Wednesday 31 July 2013

repairing the attachment.

I mentioned previously HERE that we've gone from being pretty seriously mainstream to being fairly 'crunchy.' We just keep getting crunchier as time goes on, but I want to talk about a really big part of that change - our attachment.

The mommy-baby attachment is incredibly vital, but I didn't know (nor did anyone really emphasize it to me) how deeply important it was until Seth was almost a year old. I feel like I lost that year in a way, being a more mainstream parent because I was far too influenced by the other people in my life. I was more disconnected from my sweet Bear cub then and it still hurts me to look back on how things used to be knowing I cannot take that time back.



I have been battling off and on with the guilt of it for a long time, and have been trying so desperately to change things. I tried to change Seth's habits bred from sleep training and I became so consumed with how I thought things should be I lost sight of what the idea behind attachment parenting really is. I was doing just as much harm to our attachment by trying to change things as I was in using more disconnected methods of parenting. Attachment parenting isn't about the things you do or the stuff you use, it is about listening to what your child needs from you and responding accordingly. Letting them lead how you parent them as they need you to. I had so completely convinced myself that I had messed up and caused my little bear to be an independent free spirit because we had a weak or improperly formed attachment, instead of realizing that even before sleep training and allowing myself to be influenced by others, his personality was there. That wasn't something borne from my choices as his mom, but as who he was as his own person. He would rather sit on his own and flip through a story than constantly be playing with me. And that's okay.

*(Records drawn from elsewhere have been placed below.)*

import { expect, test, type Page } from '@playwright/test'
import type { BinPolicy } from '#shared/contracts/policy.ts'
import type { Order, WorklistRow } from '#shared/contracts/replenishment.ts'
import { base, desk, launch, pageOf, recordAs, signIn, type Record } from './support.ts'

/** What people press after the first count: deliveries, forms, proposals, the end of a shift. */
const orderOf = async (record: Record, id: string): Promise<Order> =>
  (await (await record.api.get(`/api/v1/orders/${id}`)).json()) as Order

/** An order on its way with one item for the nurse's room. */
async function sentOrder(record: Record): Promise<Order> {
  const room = (await record.rooms()).find((one) => one.code === 'ALD-1')!
  const list = await record.api.get(`/api/v1/worklist?roomId=${room.id}&pageSize=500`)
  const rows = ((await list.json()) as { items: WorklistRow[] }).items
  const row = rows.find((one) => one.supplierId !== null && one.inDraft === null && one.packSize > 1)!
  const lines = [{ binId: row.binId, packs: 1 }]
  const made = await record.api.post('/api/v1/orders', { data: { supplierId: row.supplierId, lines } })
  expect(made.status()).toBe(201)
  const { id } = (await made.json()) as Order
  expect((await record.api.post(`/api/v1/orders/${id}/send`)).ok()).toBe(true)
  return orderOf(record, id)
}

test('ward staff put a delivery away in two goes, and the order closes by itself', async () => {
  const record = await recordAs('coordinator')
  const order = await sentOrder(record)
  const line = order.lines[0]!
  const before = (await record.bin(line.binId)).onHand
  const context = await launch()
  const page = pageOf(context)
  await signIn(page, 'nurse')
  await page.goto(`/bins/${line.binId}`)
  const row = page.getByRole('listitem').filter({ hasText: order.number })
  await expect(row).toContainText(`${line.units} to come`)

  await row.getByRole('button', { name: 'Put away' }).click()
  const sheet = page.getByRole('dialog')
  await sheet.getByRole('button', { name: /^One less/ }).click()
  await sheet.getByRole('button', { name: new RegExp(`^Put away ${line.units - 1}`) }).click()
  await expect(page.getByText(/Saved on this phone/)).toBeVisible()
  await expect(row).toContainText('1 to come')
  await expect.poll(async () => (await orderOf(record, order.id)).state).toBe('part-received')

  await row.getByRole('button', { name: 'Put away' }).click()
  await sheet.getByRole('button', { name: /^Put away 1/ }).click()
  await expect.poll(async () => (await orderOf(record, order.id)).state).toBe('closed')
  await expect(row).toHaveCount(0)
  expect((await record.bin(line.binId)).onHand).toBe(before + line.units)
  await context.close()
  await record.api.dispose()
})

test('a refused field is said beside it, keeps what was typed, and is saved once mended', async () => {
  const context = await launch({ viewport: desk })
  const page = pageOf(context)
  await signIn(page, 'admin')
  await page.goto('/hospital/items/new')
  const typed = { Name: 'Flow swab 5 cm', Code: 'FLOW-1', 'Full name': 'Swab, 5 cm, flow', 'Count in': 'box' }
  for (const [label, text] of Object.entries(typed)) await page.getByLabel(label, { exact: true }).fill(text)
  await page.getByLabel('Ordered in', { exact: true }).fill('box')
  await page.getByLabel('Price of one unit of use', { exact: true }).fill('a lot')
  await page.getByRole('button', { name: 'Add a code' }).click()
  const gtin = page.locator('#field-gtins-0')
  await gtin.fill('5012345678901')
  const add = page.getByRole('button', { name: 'Add', exact: true })

  // The form itself knows what a number is.
  await add.click()
  await expect(page.locator('#field-price-error')).toContainText('a number')
  await page.getByLabel('Price of one unit of use', { exact: true }).fill('0.4')
  // The record knows what a barcode is.
  await add.click()
  await expect(page.getByText(/the last digit does not fit/).first()).toBeVisible()
  await expect(gtin).toHaveValue('5012345678901')
  await gtin.fill('5012345678900')
  await add.click()
  await expect(page.getByText('Added.')).toBeVisible()
  await expect(page.getByLabel('Name', { exact: true })).toHaveValue('Flow swab 5 cm')
  await context.close()
})

test('a coordinator proposes an aim, the second reviewer approves it, and the point follows', async () => {
  const record = await recordAs('coordinator')
  const vital = (await record.bins('state=ok')).filter((b) => b.item!.ved === 'V' && (b.reorderPoint ?? 0) > 8)
  let binId = ''
  for (const bin of vital) {
    const policy = (await (await record.api.get(`/api/v1/bins/${bin.id}/policy`)).json()) as BinPolicy
    if (policy.proposed !== null || policy.serviceLevel.source !== 'class' || policy.computed === null) continue
    binId = bin.id
    break
  }
  expect(binId, 'a vital place without an aim of its own').not.toBe('')
  const office = await launch({ viewport: desk })
  const screen = pageOf(office)
  await signIn(screen, 'coordinator')
  await screen.goto(`/review/${binId}`)
  await screen.getByRole('radio', { name: /1 in 1,000/ }).check()
  const propose = screen.getByRole('button', { name: /^Propose 1 in 1,000/ })
  await propose.click()
  await expect(screen.getByRole('link', { name: /^Reason/ })).toBeVisible()
  await screen.getByLabel('Reason').fill('Two nights without in spring')
  await screen.getByLabel('Policy reference').fill('Supply policy 4.2')
  await propose.click()
  await expect(screen.getByText(/Nothing changes until it is decided/)).toBeVisible()
  await expect(screen.getByRole('button', { name: 'Approve' })).toHaveCount(0)
  await office.close()

  const other = await launch()
  const page = pageOf(other)
  await signIn(page, 'second.reviewer')
  await page.goto(`/review/${binId}`)
  await expect(page.getByText('Two nights without in spring')).toBeVisible()
  await page.getByRole('button', { name: 'Approve' }).click()
  await expect(page.getByText(/Approved/)).toBeVisible()
  const after = (await (await record.api.get(`/api/v1/bins/${binId}/policy`)).json()) as BinPolicy
  expect(after.serviceLevel).toMatchObject({ target: 0.999, source: 'bin-override' })
  expect(after.proposed).toBeNull()
  await other.close()
  await record.api.dispose()
})

test('a reviewer says what an unusual stretch was, and takes it back', async () => {
  const record = await recordAs('coordinator')
  const asked = (await (await record.api.get('/api/v1/review?show=asked')).json()) as { items: { id: string }[] }
  const binId = asked.items[0]!.id
  const policy = async (): Promise<BinPolicy> =>
    (await (await record.api.get(`/api/v1/bins/${binId}/policy`)).json()) as BinPolicy
  const before = await policy()
  const context = await launch({ viewport: desk })
  const page = pageOf(context)
  await signIn(page, 'reviewer')
  await page.goto(`/bins/${binId}`)
  await page.getByRole('button', { name: 'A one-off event' }).first().click()
  const leaveOut = page.getByRole('button', { name: 'Leave it out' })
  await leaveOut.click()
  await expect(page.getByText('Say why, in a sentence.').first()).toBeVisible()
  await page.getByLabel('Reason').fill('A neighbouring ward was moved here for a week')
  await leaveOut.click()
  await expect(page.getByText(/^Left out\./)).toBeVisible()
  const after = await policy()
  expect(after.questions).toHaveLength(before.questions.length - 1)
  expect(after.exclusions.map((e) => e.kind)).toContain('excluded')
  expect(after.intervals.filter((i) => i.why === 'excluded').length).toBeGreaterThan(0)

  await page.getByRole('button', { name: /^Let it count again/ }).click()
  await page.getByLabel('Reason').fill('It may come again')
  await page.getByRole('button', { name: 'Let it count again', exact: true }).last().click()
  await expect(page.getByText(/^Ended\./)).toBeVisible()
  expect((await policy()).computed!.reorderPoint).toBe(before.computed!.reorderPoint)
  await context.close()
  await record.api.dispose()
})

/** Leaves `n` counts on the phone without a network. */
async function countOffline(page: Page, n: number): Promise<void> {
  for (let done = 1; done <= n; done += 1) {
    await page.getByRole('button', { name: '9', exact: true }).click()
    await page.getByRole('button', { name: 'Save and next' }).click()
    const keep = page.getByRole('dialog').getByRole('button', { name: /^(Keep 9|No, keep 9)$/ })
    await expect(keep.or(page.getByText(`${done} on this phone`)).first()).toBeVisible()
    if (await keep.isVisible()) await keep.click()
    await expect(page.getByText(`${done} on this phone`).first()).toBeVisible()
  }
}

test('signing out warns about unsent counts, and nobody else can send them', async () => {
  const record = await recordAs('coordinator')
  const room = (await record.rooms()).find((one) => one.code === 'ALD-2')!
  const stamps = async (): Promise<number> =>
    (await record.bins(`roomId=${room.id}`)).filter((b) => b.lastCount?.quantity === 9).length
  const context = await launch()
  const page = pageOf(context)
  await signIn(page, 'nurse')
  await page.goto(`/count/room/${room.id}?all=1`)
  await expect(page.getByRole('button', { name: 'Save and next' })).toBeVisible()
  await page.evaluate(() => navigator.serviceWorker.ready)
  await page.reload()
  const before = await stamps()
  await context.setOffline(true)
  await countOffline(page, 2)

  await page.goto('/me')
  await page.getByRole('button', { name: 'Sign out' }).click()
  await expect(page.getByRole('dialog')).toContainText('2 entries not in the record yet')
  await page.getByRole('button', { name: 'Sign out anyway' }).click()
  await expect(page.getByText(/2 unsent entries by N\.F\./)).toBeVisible()

  await context.setOffline(false)
  await signIn(page, 'coordinator')
  await page.goto('/count/entries')
  await expect(page.getByText('2 unsent entries by N.F.')).toBeVisible()
  await expect(page.getByRole('button', { name: 'Send now' })).toHaveCount(0)
  expect(await stamps()).toBe(before)
  await page.goto('/me')
  await page.getByRole('button', { name: 'Sign out' }).click()
  await page.waitForURL(`${base}/sign-in`)

  await signIn(page, 'nurse')
  await expect.poll(stamps, { timeout: 20_000 }).toBeGreaterThan(before)
  await page.goto('/count/entries')
  await expect(page.getByText('Everything is in the record.')).toBeVisible()
  await context.close()
  await record.api.dispose()
})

Since realizing this I have made leaps and bounds in repairing our attachment as momma and Bear cub. I've always responded to his needs, but I've become much more in tune with him and have paid closer attention to littler things. He loves to be worn, but he wants to be alone and have his own space for sleeping. He is much happier co-bathing, but he still would rather run around with me following (and sometimes he doesn't even care if I do that if the space is new) than be close at my side. That's his personality, and I'm slowly starting to accept the fact that I did not force him into having his personality, he just grew into it on his own. Some of his preferences were caused by some of our past choices, but they're just now a part of that exploding, beautiful personality that I love so much.



I also realized that it was a little more one sided than I thought. When he's upset, he comes to me. When he's tired, he comes to me. When I leave he usually runs after me and tries to follow. He does those things because we have a very healthy attachment. But I was again focusing on other unimportant things and comparing him to other babies - and I really hate it when I do that. I've started to really check myself on that and remember that the more I worry about our relationship, the less I'm participating in it. And like every other relationship in my life it takes being there actively on both sides to make it thrive.

So to all the moms out there that are fretting over screwing things up in some horrible way, know that so long as you're listening to your child and responding in the best way you can - you're doing a most wonderful job.